Optimizing compilers can transform simple loops into hard-to-understand instruction sequences. Can we train AI advisors or humans how to translate vector instruction sequences into something useful for cybersecurity evaluation?

Introduction

We’ll use the RISC-V Vector instruction extension set as an example. It is a ‘vector length agnostic’ SIMD architecture, where the same instruction sequence can handle vector lengths of 128, 256, 512, or more bits. The Sophgo sg2380 processor is a good example of this class, with applications in video surveillance and image processing - eventually perhaps even autonomous munitions.

Note

The sg2380 has 16 cores capable of handling 128 bit vectors and four cores capable of handling 512 bit vectors.

Ghidra - as of release 11.2 - doesn’t handle RISCV vector extensions at all well. What can we do now to prepare a future version of Ghidra to do a better job? Improving Ghidra will take some time, so we will work with compiler toolchains likely to be used in production sometime in the near future. For now, that’s gcc 15 with -O3 optimization and machine architectures of rv64gcv at a minimum.

We will use a couple of reference binaries as exemplars for Ghidra analysis:

The Whisper.cpp voice-to-text inference engine. This is a good example of using Machine Learning models for voice recognition and translation. It uses vector math extensively.
The Data Path Development Kit - DPDK framework for network processing applications like routers and firewalls. This has very little vector math. Optimizing compilers can still find a reason to translate many simple loops into complex vector instruction sequences.

Using this site

The simplest way to use this site is to browse through the examples, looking for the patterns in how the reference compiler translates simple C code into sequences of RISC-V instructions. Most patterns are built with two machine architectures, with and without vector instructions enabled.

More advanced users can use the sqlite3 database of precompiled patterns to help translate vector instruction sequences back into C code. The Jupyter Lab notebook Advisor.ipynb can take a Ghidra disassembly sample from your clipboard and compare it to several thousand training set examples. This likely won’t provide a solid match, but can provide useful context.

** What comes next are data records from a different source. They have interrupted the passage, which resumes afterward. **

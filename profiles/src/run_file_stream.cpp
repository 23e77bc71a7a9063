// The profiles of a run file, written as the run goes (chunked datasets along the unlimited
// `time` dimension at the root), and write_run on top of it.
#include "wetfront/profiles/run_file_stream.hpp"

#include <fmt/format.h>

#include <optional>
#include <stdexcept>

#include "cf_variables.hpp"
#include "hdf5_io.hpp"
#include "layout.hpp"
#include "run_file_parts.hpp"
#include "wetfront/profiles/run_file.hpp"
#include "wetfront/profiles/time_axis.hpp"

namespace wetfront::profiles {

namespace h5 = hdf5;

namespace {

h5::File create_disk_file(const std::filesystem::path& path) {
  h5::PropertyList fcpl(H5Pcreate(H5P_FILE_CREATE), "file creation property list");
  h5::check(H5Pset_link_creation_order(fcpl.id(), H5P_CRT_ORDER_TRACKED | H5P_CRT_ORDER_INDEXED),
            "setting link creation order");
  h5::check(H5Pset_attr_creation_order(fcpl.id(), H5P_CRT_ORDER_TRACKED | H5P_CRT_ORDER_INDEXED),
            "setting attribute creation order");
  h5::PropertyList fapl(H5Pcreate(H5P_FILE_ACCESS), "file access property list");
  h5::check(H5Pset_fclose_degree(fapl.id(), H5F_CLOSE_SEMI), "setting the file close degree");
  return h5::File(H5Fcreate(path.c_str(), H5F_ACC_EXCL, fcpl.id(), fapl.id()),
                  fmt::format("creating '{}'", path.string()));
}

RunFileError write_failure(const std::filesystem::path& path, std::string_view cause) {
  return RunFileError(fmt::format("cannot write run record '{}': {}", path.string(), cause));
}

}  // namespace

// The profile datasets at the root, in the order write_run has always written them: the time
// axis, the depth axes, the four cell fields, the face flux and the pond.
struct RunFileStream::OpenFile {
  OpenFile(const std::filesystem::path& temporary, const std::string& time_units, std::span<const double> cells,
           std::span<const double> faces)
      : file(create_disk_file(temporary)),
        time(file.id(), "time", 0, {time_units, "output time"}),
        cell_depth(
            cf::write_depth_axis(file.id(), "cell_depth", {cells.begin(), cells.end()}, "depth of the cell centre")),
        face_depth(cf::write_depth_axis(file.id(), "face_depth", {faces.begin(), faces.end()},
                                        "depth of the cell face (surface first)")) {
    cf::make_time_axis(time.dataset());
    for (const layout::ProfileField& field : layout::kCellFields) {
      cell_fields.emplace_back(file.id(), field.name, cells.size(), h5::Description{field.units, field.long_name});
      h5::attach_dimension_scale(cell_fields.back().dataset(), time.dataset(), 0);
      h5::attach_dimension_scale(cell_fields.back().dataset(), cell_depth, 1);
    }
    face_flux.emplace(file.id(), "face_flux", faces.size(),
                      h5::Description{"cm/d", "Darcy flux across the cell face (positive downward)"});
    h5::attach_dimension_scale(face_flux->dataset(), time.dataset(), 0);
    h5::attach_dimension_scale(face_flux->dataset(), face_depth, 1);
    ponded.emplace(file.id(), "ponded_depth", 0, h5::Description{"cm", "water held on the soil surface"});
    h5::attach_dimension_scale(ponded->dataset(), time.dataset(), 0);
  }

  void append(const solver::ProfileSnapshot& snapshot) {
    time.append({&snapshot.time_days, 1});
    for (std::size_t k = 0; k < cell_fields.size(); ++k) cell_fields[k].append(snapshot.*layout::kCellFields[k].member);
    face_flux->append(snapshot.face_flux_cm_per_d);
    ponded->append({&snapshot.ponded_depth_cm, 1});
  }

  void flush() {
    time.flush();
    for (h5::GrowingDataset& field : cell_fields) field.flush();
    face_flux->flush();
    ponded->flush();
  }

  h5::File file;
  h5::GrowingDataset time;
  h5::Dataset cell_depth, face_depth;
  std::vector<h5::GrowingDataset> cell_fields;
  std::optional<h5::GrowingDataset> face_flux, ponded;
};

RunFileStream::RunFileStream(const std::filesystem::path& path, const std::string& run_start_date,
                             std::span<const double> cell_depths_cm, std::span<const double> face_depths_cm)
    : path_(path), staged_(path), cells_(cell_depths_cm.size()) {
  if (path.filename().empty()) throw write_failure(path, "the path names no file");
  if (face_depths_cm.size() != cells_ + 1)
    throw write_failure(path, fmt::format("{} cells but {} faces", cells_, face_depths_cm.size()));
  h5::QuietErrors quiet;
  try {
    file_ = std::make_unique<OpenFile>(staged_.temporary(), days_since_units(run_start_date), cell_depths_cm,
                                       face_depths_cm);
  } catch (const std::exception& error) {
    file_.reset();
    throw write_failure(path, error.what());
  }
  write_step("temporary run file begun");
}

RunFileStream::~RunFileStream() {
  h5::QuietErrors quiet;
  file_.reset();  // closed before StagedFile removes the uncommitted temporary file
}

void RunFileStream::append(const solver::ProfileSnapshot& snapshot) {
  if (!file_) throw write_failure(path_, "the run file is already finished");
  const auto require_size = [&](const std::vector<double>& values, std::size_t expected, std::string_view field) {
    if (values.size() != expected)
      throw write_failure(path_, fmt::format("profile {} (day {}): {} has {} values, expected {}", appended_,
                                             snapshot.time_days, field, values.size(), expected));
  };
  for (const layout::ProfileField& field : layout::kCellFields)
    require_size(snapshot.*field.member, cells_, field.name);
  require_size(snapshot.face_flux_cm_per_d, cells_ + 1, "face_flux");
  if (appended_ > 0 && !(snapshot.time_days > last_time_days_))
    throw write_failure(path_, fmt::format("profile {} at day {} does not follow day {}", appended_, snapshot.time_days,
                                           last_time_days_));
  h5::QuietErrors quiet;
  try {
    file_->append(snapshot);
  } catch (const std::exception& error) {
    throw write_failure(path_, error.what());
  }
  ++appended_;
  last_time_days_ = snapshot.time_days;
}

void RunFileStream::finish(const RunRecord& record) {
  if (!file_) throw write_failure(path_, "the run file is already finished");
  const std::vector<solver::CumulativeBalance>& balances = record.run.balances;
  try {
    check_record(record);
    if (record.run.cell_depths_cm.size() != cells_)
      throw std::invalid_argument(
          fmt::format("the record has {} cells, the profiles written {}", record.run.cell_depths_cm.size(), cells_));
    if (balances.size() != appended_ || (appended_ > 0 && balances.back().time_days != last_time_days_))
      throw std::invalid_argument(fmt::format("{} balance rows for {} profiles written", balances.size(), appended_));
  } catch (const std::invalid_argument& error) {
    throw write_failure(path_, error.what());
  }
  h5::QuietErrors quiet;
  try {
    file_->flush();
    write_record_parts(file_->file.id(), record);
    h5::File file = std::move(file_->file);
    file_.reset();  // the datasets close first: the file's close degree allows no open objects
    file.close("closing the run file");
    staged_.written();
  } catch (const std::exception& error) {
    file_.reset();
    throw write_failure(path_, error.what());
  }
}

void RunFileStream::commit() {
  try {
    staged_.commit();
  } catch (const std::exception& error) {
    throw write_failure(path_, error.what());
  }
}

void write_run(const std::filesystem::path& path, const RunRecord& record) {
  try {
    check_record(record);
  } catch (const std::invalid_argument& error) {
    throw write_failure(path, error.what());
  }
  RunFileStream stream(path, record.run_start_date, record.run.cell_depths_cm, record.run.face_depths_cm);
  for (const solver::ProfileSnapshot& snapshot : record.run.profiles) stream.append(snapshot);
  stream.finish(record);
  stream.commit();
}

}  // namespace wetfront::profiles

The most advanced users will extend the sqlite3 training set database with a complete RISC-V ecosystem when analyzing a particular executable binary

A gcc, binutils, and glibc compiler toolchain built from source, iteratively configured to produce code close to that observed in the binary under evaluation.
a qemu user-space emulator configured to implement the target hardware architecture, including things like the actual vector length(s) supported in the binary
a qemu system emulator configured to implement the target hardware architecture, with any custom kernel modules required by the executable.

Advanced Usage Scenario

There are a lot of arbitrary decisions in a project like this, so we will pick an overall advanced scenario to shape those decisions.

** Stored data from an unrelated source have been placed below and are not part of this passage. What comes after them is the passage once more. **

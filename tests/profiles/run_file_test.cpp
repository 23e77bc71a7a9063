// Run files: round trip of every field, self-description, and the write-then-rename rule.
#include <fmt/format.h>
#include <gtest/gtest.h>
#include <hdf5.h>
#include <hdf5_hl.h>
#include <sys/resource.h>
#include <unistd.h>

#include <csignal>

#include <filesystem>
#include <fstream>
#include <set>

#include "file_test_folder.hpp"
#include "record_comparison.hpp"
#include "sample_record.hpp"
#include "wetfront/profiles/run_file.hpp"

namespace wetfront::profiles {
namespace {

namespace fs = std::filesystem;

class RunFileTest : public testing::FileTestFolder {
 protected:
  // Writes `record` as `name` in the test directory, reads it back and expects every field
  // unchanged; returns what was read.
  RunRecord round_trip(const RunRecord& record, const std::string& name) const {
    write_run(directory_ / name, record);
    RunRecord read = read_run(directory_ / name);
    testing::expect_same_record(record, read);
    return read;
  }
};

using testing::message_of;

TEST_F(RunFileTest, CompleteRecordRoundTripsEveryField) {
  round_trip(testing::sample_record(), "season.h5");
  EXPECT_EQ(directory_listing(), std::vector<std::string>{"season.h5"});
}

TEST_F(RunFileTest, IncompleteRunRoundTripsItsFailure) {
  const RunRecord read = round_trip(testing::sample_failed_record(), "stopped.h5");
  const fs::path path = directory_ / "stopped.h5";
  EXPECT_FALSE(read.run.complete);
  ASSERT_TRUE(read.run.failure.has_value());
  EXPECT_EQ(read.run.failure->time_days, 12.5);
  EXPECT_EQ(read.run.failure->depth_cm, 37.5);
  EXPECT_EQ(read.run.profiles.size(), 13u);
  // The visit on day 21 lies beyond the failure: the table stops at the last day reached.
  EXPECT_EQ(read.visit_balance.back().end_day, 12.0);

  // What a general reader sees at the root.
  const hid_t file = H5Fopen(path.c_str(), H5F_ACC_RDONLY, H5P_DEFAULT);
  ASSERT_GE(file, 0);
  int complete = -1;
  double failure_time = 0;
  EXPECT_GE(H5LTget_attribute_int(file, "/", "complete", &complete), 0);
  EXPECT_GE(H5LTget_attribute_double(file, "/", "failure_time_days", &failure_time), 0);
  H5Fclose(file);
  EXPECT_EQ(complete, 0);
  EXPECT_EQ(failure_time, 12.5);
}

TEST_F(RunFileTest, RunWithoutPlanesSensorsOrOutputsRoundTrips) {
  RunRecord written = testing::sample_record();
  written.run.profiles.clear();
  written.run.balances.clear();
  written.flux_plane_depths_cm.clear();
  written.sensors.clear();
  written.forcing.clear();
  written.layers.clear();
  written.visit_days.clear();
  written.visit_balance.clear();
  written.darcy_estimate.reset();
  written.water_table_estimate.reset();
  written.stored_water.reset();
  written.run.complete = false;
  written.run.failure = solver::RunFailure{0.0, 0.0, "initial state inconsistent"};
  written.run_start_date = "2025-04-01T06:30";
  round_trip(written, "empty.h5");
}

// Every dataset in the file, by path.
herr_t collect_dataset(hid_t group, const char* name, const H5L_info_t*, void* data) {
  const hid_t object = H5Oopen(group, name, H5P_DEFAULT);
  if (object < 0) return -1;
  if (H5Iget_type(object) == H5I_DATASET) static_cast<std::vector<std::string>*>(data)->push_back(name);
  H5Oclose(object);
  return 0;
}

// A dimension without values: a scale whose NAME is netCDF-C's fixed phrase
// (nc4internal.h, DIM_WITHOUT_VARIABLE).
bool is_named_dimension(hid_t file, const std::string& name) {
  char text[128] = {};
  if (H5Aexists_by_name(file, name.c_str(), "NAME", H5P_DEFAULT) <= 0) return false;
  if (H5LTget_attribute_string(file, name.c_str(), "NAME", text) < 0) return false;
  return std::string(text).rfind("This is a netCDF dimension but not a netCDF variable.", 0) == 0;
}

bool is_text(hid_t file, const std::string& name) {
  const hid_t dataset = H5Dopen2(file, name.c_str(), H5P_DEFAULT);
  const hid_t type = H5Dget_type(dataset);
  const bool text = H5Tget_class(type) == H5T_STRING;
  H5Tclose(type);
  H5Dclose(dataset);
  return text;
}

// CF: every variable has a long_name; numbers have UDUNITS-2 units, text has none (CF-1.10
// section 3.1: units are not required for text). The named dimensions are not variables.
TEST_F(RunFileTest, EveryVariableCarriesLongNameAndNumbersCarryUnits) {
  const fs::path path = directory_ / "season.h5";
  write_run(path, testing::sample_record());
  const hid_t file = H5Fopen(path.c_str(), H5F_ACC_RDONLY, H5P_DEFAULT);
  ASSERT_GE(file, 0);
  std::vector<std::string> datasets;
  ASSERT_GE(H5Lvisit(file, H5_INDEX_NAME, H5_ITER_INC, collect_dataset, &datasets), 0);
  EXPECT_GE(datasets.size(), 40u);
  const std::set<std::string> without_units = {"inputs/layers/parameter_value", "sensor_comparison/metrics/bias",
                                               "sensor_comparison/metrics/root_mean_square_error"};
  for (const std::string& name : datasets) {
    if (is_named_dimension(file, name)) {
      EXPECT_EQ(H5Aexists_by_name(file, name.c_str(), "long_name", H5P_DEFAULT), 0) << name;
      continue;
    }
    EXPECT_GT(H5Aexists_by_name(file, name.c_str(), "long_name", H5P_DEFAULT), 0) << name;
    const bool needs_units = !is_text(file, name) && without_units.count(name) == 0;
    EXPECT_EQ(H5Aexists_by_name(file, name.c_str(), "units", H5P_DEFAULT) > 0, needs_units) << name;
  }
  char conventions[32] = {};
  ASSERT_GE(H5LTget_attribute_string(file, ".", "Conventions", conventions), 0);
  EXPECT_STREQ(conventions, "CF-1.10");
  char units[64] = {};
  ASSERT_GE(H5LTget_attribute_string(file, "time", "units", units), 0);
  EXPECT_STREQ(units, "days since 2025-04-01");
  // The profile datasets are attached to the time and cell-depth scales.
  const hid_t head = H5Dopen2(file, "pressure_head", H5P_DEFAULT);
  const hid_t time = H5Dopen2(file, "time", H5P_DEFAULT);
  const hid_t depth = H5Dopen2(file, "cell_depth", H5P_DEFAULT);
  EXPECT_GT(H5DSis_attached(head, time, 0), 0);
  EXPECT_GT(H5DSis_attached(head, depth, 1), 0);
  H5Dclose(depth);
  H5Dclose(time);
  H5Dclose(head);
  H5Fclose(file);
}

TEST_F(RunFileTest, WritingReplacesAnExistingFileWhole) {
  const fs::path path = directory_ / "season.h5";
  RunRecord first = testing::sample_record();
  first.site_name = "first version";
  write_run(path, first);
  RunRecord second = testing::sample_failed_record();
  second.site_name = "second version";
  write_run(path, second);
  testing::expect_same_record(second, read_run(path));
  EXPECT_EQ(directory_listing(), std::vector<std::string>{"season.h5"});
}

TEST_F(RunFileTest, FailureAfterTheFileIsWrittenLeavesNothingBehind) {
  // The target is a non-empty directory: the whole temporary file is written, then the
  // final rename fails. The temporary must go and the message must name the target.
  const fs::path path = directory_ / "occupied";
  fs::create_directories(path / "inside");
  const std::string message = message_of([&] { write_run(path, testing::sample_record()); });
  EXPECT_NE(message.find(path.string()), std::string::npos) << message;
  EXPECT_EQ(directory_listing(), std::vector<std::string>{"occupied"});
  EXPECT_TRUE(fs::is_directory(path / "inside"));
}

// Limits the size of files this process may write, like a full disk, while alive.
class FileSizeLimit {
 public:
  explicit FileSizeLimit(rlim_t bytes) {
    previous_handler_ = std::signal(SIGXFSZ, SIG_IGN);  // writes fail with EFBIG instead
    getrlimit(RLIMIT_FSIZE, &previous_);
    rlimit limited = previous_;
    limited.rlim_cur = bytes;
    setrlimit(RLIMIT_FSIZE, &limited);
  }
  ~FileSizeLimit() {
    setrlimit(RLIMIT_FSIZE, &previous_);
    std::signal(SIGXFSZ, previous_handler_);
  }
  FileSizeLimit(const FileSizeLimit&) = delete;
  FileSizeLimit& operator=(const FileSizeLimit&) = delete;

 private:
  rlimit previous_{};
  void (*previous_handler_)(int) = SIG_DFL;
};

TEST_F(RunFileTest, FailureInTheMiddleKeepsTheOldFileAndRemovesTheTemporary) {
  const fs::path path = directory_ / "season.h5";
  const RunRecord original = testing::sample_record();
  write_run(path, original);
  ASSERT_GT(fs::file_size(path), 20000u);
  RunRecord replacement = testing::sample_failed_record();
  replacement.site_name = "replacement";
  std::string message;
  {
    // The disk "fills up" 16 KiB into the new file, partway through the writing.
    FileSizeLimit limit(16384);
    message = message_of([&] { write_run(path, replacement); });
  }
  EXPECT_NE(message.find(path.string()), std::string::npos) << message;
  EXPECT_EQ(directory_listing(), std::vector<std::string>{"season.h5"});
  testing::expect_same_record(original, read_run(path));
}

TEST_F(RunFileTest, MissingDirectoryIsReportedWithThePath) {
  const fs::path path = directory_ / "no such folder" / "season.h5";
  const std::string message = message_of([&] { write_run(path, testing::sample_record()); });
  EXPECT_NE(message.find(path.string()), std::string::npos) << message;
  EXPECT_FALSE(fs::exists(path.parent_path()));
}

TEST_F(RunFileTest, InconsistentRecordIsRejectedBeforeAnyFileIsMade) {
  RunRecord record = testing::sample_record();
  record.run.profiles[4].water_content.pop_back();
  const fs::path path = directory_ / "season.h5";
  const std::string message = message_of([&] { write_run(path, record); });
  EXPECT_NE(message.find("profile 4 (day 4): water_content has 19 values, expected 20"), std::string::npos) << message;
  EXPECT_TRUE(directory_listing().empty());
}

TEST_F(RunFileTest, RecordChecksNameTheField) {
  const auto check_message = [](const RunRecord& record) {
    try {
      check_record(record);
    } catch (const std::invalid_argument& error) {
      return std::string(error.what());
    }
    return std::string("accepted");
  };
  RunRecord record = testing::sample_record();
  EXPECT_EQ(check_message(record), "accepted");

  RunRecord bad_date = record;
  bad_date.run_start_date = "1 April 2025";
  EXPECT_NE(check_message(bad_date).find("'1 April 2025' is not an ISO 8601 date"), std::string::npos);

  RunRecord bad_sensor = record;
  bad_sensor.sensors[1].depth_cm = -5.0;
  EXPECT_NE(check_message(bad_sensor).find("sensor 1 ('tensiometer 45 cm')"), std::string::npos);

  RunRecord bad_planes = record;
  bad_planes.flux_plane_depths_cm.push_back(80.0);
  EXPECT_NE(check_message(bad_planes).find("1 flux plane values but the record lists 2"), std::string::npos);

  RunRecord bad_times = record;
  bad_times.run.balances[3].time_days = 3.5;
  EXPECT_NE(check_message(bad_times).find("balance row 3 is at day 3.5 but profile 3 is at day 3"), std::string::npos);

  RunRecord complete_with_failure = record;
  complete_with_failure.run.failure = solver::RunFailure{1.0, 2.0, "x"};
  EXPECT_NE(check_message(complete_with_failure).find("complete but carries a failure"), std::string::npos);

  // The field checks must have one entry per visit interval (four in the sample).
  RunRecord short_darcy = record;
  short_darcy.darcy_estimate->amount_cm.pop_back();
  EXPECT_NE(check_message(short_darcy).find("Darcy estimate amount has 3 entries, expected 4"), std::string::npos)
      << check_message(short_darcy);
  RunRecord bad_yield = record;
  bad_yield.water_table_estimate->specific_yield = 1.5;
  EXPECT_NE(check_message(bad_yield).find("specific yield 1.5 is not between 0 and 1"), std::string::npos);
  RunRecord short_storage = record;
  short_storage.stored_water->visit_days.pop_back();
  EXPECT_NE(check_message(short_storage).find("stored water has 4 visit times, expected 5"), std::string::npos);
}

// netCDF-4 lets a variable use only dimensions of its own or an ancestor group; each group with
// per-interval variables holds the visit intervals as its own coordinate.
TEST_F(RunFileTest, FieldChecksUseTheirGroupsVisitIntervalAxis) {
  const fs::path path = directory_ / "season.h5";
  write_run(path, testing::sample_record());
  const auto names = {"recharge_estimates/darcy/amount", "recharge_estimates/water_table/amount",
                      "recharge_estimates/water_table/end_depth", "stored_water/observed_change", "visits/water_input"};
  testing::check_datasets(path, names, [](hid_t file, const char* name) {
    const std::string group = fs::path(name).parent_path().string();
    const hid_t interval_end = H5Dopen2(file, (group + "/interval_end").c_str(), H5P_DEFAULT);
    ASSERT_GE(interval_end, 0) << group;
    const hid_t dataset = H5Dopen2(file, name, H5P_DEFAULT);
    ASSERT_GE(dataset, 0) << name;
    EXPECT_GT(H5DSis_attached(dataset, interval_end, 0), 0) << name;
    H5Dclose(dataset);
    H5Dclose(interval_end);
  });
  const RunRecord back = read_run(path);
  ASSERT_TRUE(back.water_table_estimate.has_value());
  EXPECT_EQ(back.water_table_estimate->agreement[2], "differ");
  ASSERT_TRUE(back.stored_water.has_value());
  EXPECT_TRUE(std::isnan(back.stored_water->observed_cm[0]));
}

TEST_F(RunFileTest, ReadingAMissingFileSaysSo) {
  const fs::path path = directory_ / "absent.h5";
  const std::string message = message_of([&] { read_run(path); });
  EXPECT_EQ(message, fmt::format("cannot read run record '{}': no such file", path.string()));
}

TEST_F(RunFileTest, ReadingATextFileSaysItIsNotHdf5) {
  const fs::path path = directory_ / "notes.h5";
  std::ofstream(path) << "depth,head\n10,-50\n";
  const std::string message = message_of([&] { read_run(path); });
  EXPECT_EQ(message, fmt::format("cannot read run record '{}': not an HDF5 file", path.string()));
}

TEST_F(RunFileTest, ReadingAForeignHdf5FileSaysItIsNotARunRecord) {
  const fs::path path = directory_ / "other.h5";
  const hid_t file = H5Fcreate(path.c_str(), H5F_ACC_TRUNC, H5P_DEFAULT, H5P_DEFAULT);
  ASSERT_GE(file, 0);
  const hsize_t dims[1] = {3};
  const double values[3] = {1, 2, 3};
  ASSERT_GE(H5LTmake_dataset_double(file, "values", 1, dims, values), 0);
  H5Fclose(file);
  const std::string message = message_of([&] { read_run(path); });
  EXPECT_NE(message.find("not a wetfront run record"), std::string::npos) << message;
  EXPECT_NE(message.find(path.string()), std::string::npos) << message;
}

TEST_F(RunFileTest, ReadingAMisshapedDatasetNamesIt) {
  const fs::path path = directory_ / "season.h5";
  write_run(path, testing::sample_record());
  // Replace /water_content with one of the wrong shape.
  const hid_t file = H5Fopen(path.c_str(), H5F_ACC_RDWR, H5P_DEFAULT);
  ASSERT_GE(file, 0);
  ASSERT_GE(H5Ldelete(file, "water_content", H5P_DEFAULT), 0);
  const hsize_t dims[2] = {31, 19};
  std::vector<double> values(31 * 19, 0.3);
  ASSERT_GE(H5LTmake_dataset_double(file, "water_content", 2, dims, values.data()), 0);
  H5Fclose(file);
  const std::string message = message_of([&] { read_run(path); });
  EXPECT_NE(message.find("dataset /water_content has shape 31 x 19, expected 31 x 20"), std::string::npos) << message;
}

// A file of the first layout (profiles in /profiles, scales shared across groups) is refused
// with its layout version named, not half read.
TEST_F(RunFileTest, ReadingAnEarlierLayoutNamesItsVersion) {
  const fs::path path = directory_ / "season.h5";
  write_run(path, testing::sample_record());
  const hid_t file = H5Fopen(path.c_str(), H5F_ACC_RDWR, H5P_DEFAULT);
  ASSERT_GE(file, 0);
  const int old_version = 1;
  ASSERT_GE(H5LTset_attribute_int(file, ".", "record_format_version", &old_version, 1), 0);
  H5Fclose(file);
  const std::string message = message_of([&] { read_run(path); });
  EXPECT_NE(message.find("run record layout version 1"), std::string::npos) << message;
  EXPECT_NE(message.find("reads only version 2"), std::string::npos) << message;
  EXPECT_NE(message.find(path.string()), std::string::npos) << message;
}

}  // namespace
}  // namespace wetfront::profiles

We assume a corporation is evaluating a voice-activated and AI-adaptive router-firewall appliance and asked its resident Ghidra user to evaluate its executables. Initial inspection suggests the vendor has adopted a multi-core RISCV-64 processor with vector instructions, a GCC-15 toolchain, and a linux real time OS. Our Ghidra user believes the product under test has library code somewhat similar to Whisper.cpp for the voice recognition and AI-adaptive elements and DPDK-like code for the router/firewall functions.

Interim Conclusions

Ghidra users are most likely to encounter RISCV vector instruction sequences in three circumstances:

Inline expansion of utility functions similar to memcpy or strlen. These are common in source code and generally easy for humans and the Advisor to recognize.
Auto-vectorized simple loops that have been ‘strip-mined’ by the compiler for faster execution. These are also common in optimized code. The Advisor can recognize many of these, while their diversity can make it difficult for humans to untangle. Optimized loops over arrays of structures can be especially confusing when the compiler has optimized index, offset, and loop termination calculations.
Optimization of scalar code, where the compiler has replaced simple scalar instructions initializing a data structure with fewer vector instructions. The most common example is initializing two consecutive 64 bit elements to zero. Also common are vector sequences initializing two adjacent integers to (0,1) or (false, true). These vector sequences are fairly easy for both humans and Advisor to recognize - but it can be far more difficult to figure out just what fields or objects have been initialized.

The biggest surprise of this study was the prevalence of that third case - how often optimizing compilers could obfuscate initialization code that was likely far from the critical data path. Using Ghidra to completely analyze the main routine of a Whisper.cpp application requires first analysis of optimized libstdc++ string, vector, map, and iostream inlined code. That analysis will hopefully identify the type and layout of objects allocated on the stack and heap. After that Advisor can associate initialization vector instructions with those objects. At that point the Ghidra user can look at such objects to decide if they are relevant to their specific analysis task.